2. Skim the table of contents, most relevant chapters.

This allows you to get the gist of the work and get familiar with the topic. 

3. Take notes.

Read the work again - this time in a more focused way - and take notes. Highlight key points and jot down any questions.

4. Identify & summarize key info.

What are the key findings? How did they prove this? Does the proof add up to the conclusions? Were there limitations? Are there lingering questions? What are the implications for further research?

5. Check the sources.

Who does the author cite? Are they relevant to your topic? You can look up an article's citations and utilize that research as well.

Assessing Authority

Consider the following questions about the credibility and authority of a source. 

 

WHO
  • Who wrote it? What could their biases and affiliations be?
  • What qualifications does the author have to write on this topic?
WHAT
  • What kind of source is it? A book? A newspaper article?
  • What claims does the source make?

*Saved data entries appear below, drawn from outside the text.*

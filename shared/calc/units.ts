import { requireFinite } from './validate';

/*
 * Exact conversion factors (all are exact by definition, not measured):
 * - 1 in = 2.54 cm                      (international inch, 1959; NIST SP 811 App. B, HB 44 App. C)
 * - 1 ft = 0.3048 m                     (international foot, same sources)
 * - 1 lb = 0.45359237 kg                (international avoirdupois pound, same sources)
 * - 1 acre = 4046.8564224 m²            (acre of 43,560 international ft²; since 2023 the U.S. survey
 *                                        foot is retired, so this is the acre in use. SP 811 (2008) still
 *                                        lists the survey acre 4046.873 m²; the 4 ppm gap is immaterial.)
 * Storage is SI (cm, kg/ha, ha); these helpers convert for display.
 */
export const CM_PER_IN = 2.54;
export const M_PER_FT = 0.3048;
export const KG_PER_LB = 0.45359237;
export const M2_PER_ACRE = 4046.8564224;
export const HA_PER_ACRE = 0.40468564224; // M2_PER_ACRE / 10 000, written out so it is exact in decimal

export function inToCm(inches: number): number {
  return requireFinite(inches, 'inches') * CM_PER_IN;
}

export function cmToIn(cm: number): number {
  return requireFinite(cm, 'cm') / CM_PER_IN;
}

/** lb/ac → kg/ha: ×0.45359237 kg/lb ÷ 0.40468564224 ha/ac (≈ ×1.12085). */
export function lbPerAcToKgPerHa(lbPerAc: number): number {
  return (requireFinite(lbPerAc, 'lbPerAc') * KG_PER_LB) / HA_PER_ACRE;
}

export function kgPerHaToLbPerAc(kgPerHa: number): number {
  return (requireFinite(kgPerHa, 'kgPerHa') * HA_PER_ACRE) / KG_PER_LB;
}

export function acToHa(acres: number): number {
  return requireFinite(acres, 'acres') * HA_PER_ACRE;
}

export function haToAc(hectares: number): number {
  return requireFinite(hectares, 'hectares') / HA_PER_ACRE;
}

export function mToFt(metres: number): number {
  return requireFinite(metres, 'metres') / M_PER_FT;
}

export function ftToM(feet: number): number {
  return requireFinite(feet, 'feet') * M_PER_FT;
}
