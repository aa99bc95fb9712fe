import { CalcError } from './errors';
import type { Fit } from './fit-types';
import { assertFit, predict } from './predict';
import { CM_PER_IN, kgPerHaToLbPerAc } from './units';
import { requireFinite, requirePositive } from './validate';

export interface LookupRow {
  /** Length in the table's unit (in or cm). */
  length: number;
  lengthCm: number;
  biomassKgHa: number;
  biomassLbAc: number;
  /** Outside the calibrated length range. */
  extrapolated: boolean;
}

export interface LookupOptions {
  unit: 'in' | 'cm';
  /** Step in the table's unit, e.g. 1 (in) or 2 (cm). */
  step: number;
  /** Defaults: the calibrated range, rounded inwards to whole steps. */
  from?: number;
  to?: number;
}

export const MAX_LOOKUP_ROWS = 5000;

/** A printable length → biomass table in both unit systems. Biomass is floored at 0 (a straight
 *  line can dip below zero at short lengths; negative biomass is never a reading). */
export function lookupTable(fit: Fit, options: LookupOptions): LookupRow[] {
  assertFit(fit);
  const unit = options?.unit;
  if (unit !== 'in' && unit !== 'cm') throw new CalcError('bad_option', "unit must be 'in' or 'cm'.", 'unit');
  const step = requirePositive(options.step, 'step');
  const perUnit = unit === 'in' ? CM_PER_IN : 1;
  const xLo = fit.xRange[0] / perUnit;
  const xHi = fit.xRange[1] / perUnit;
  let from = options.from === undefined ? Math.ceil(xLo / step - 1e-9) * step : requireFinite(options.from, 'from');
  let to = options.to === undefined ? Math.floor(xHi / step + 1e-9) * step : requireFinite(options.to, 'to');
  if (options.from === undefined && options.to === undefined && from > to) {
    from = xLo; // calibrated range narrower than one step
    to = xHi;
  }
  if (from > to) throw new CalcError('bad_option', '"from" must not be greater than "to".', 'from');
  if (fit.model === 'power' && from <= 0) {
    throw new CalcError('non_positive', 'The power curve starts above zero length: choose "from" greater than 0.', 'from');
  }
  const count = Math.floor((to - from) / step + 1e-9) + 1;
  if (count > MAX_LOOKUP_ROWS) {
    throw new CalcError('too_many_rows', `That table would have ${count} rows; use a larger step or a shorter range.`, 'step');
  }
  const tol = 1e-9 * Math.max(1, fit.xRange[1]);
  const rows: LookupRow[] = new Array(count);
  for (let i = 0; i < count; i++) {
    // Computed from the index (not accumulated) and tidied, so 0.1 steps do not drift.
    const length = Number((from + i * step).toPrecision(12));
    const lengthCm = length * perUnit;
    const kg = Math.max(0, predict(fit, lengthCm));
    rows[i] = {
      length,
      lengthCm,
      biomassKgHa: kg,
      biomassLbAc: kgPerHaToLbPerAc(kg),
      extrapolated: lengthCm < fit.xRange[0] - tol || lengthCm > fit.xRange[1] + tol,
    };
  }
  return rows;
}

What is its argument or thesis?
WHERE
  • Where was it published? In an encyclopedia? A journal? Online?
  • Where is the author based?
WHEN
  • When was it written, and what time frame does it cover?
  • Does it matter if the two are different?
HOW
  • How does the author present their argument? Does their methodology seem sound?
WHY
  • Why did the author write it?
  • Why might it be useful to my own argument or research questions?

Don't forget to consider the context and nature of your own research project.

How does your specific context affect these questions? Are some of these questions more important to you than others? Do some of the answers matter less than the others?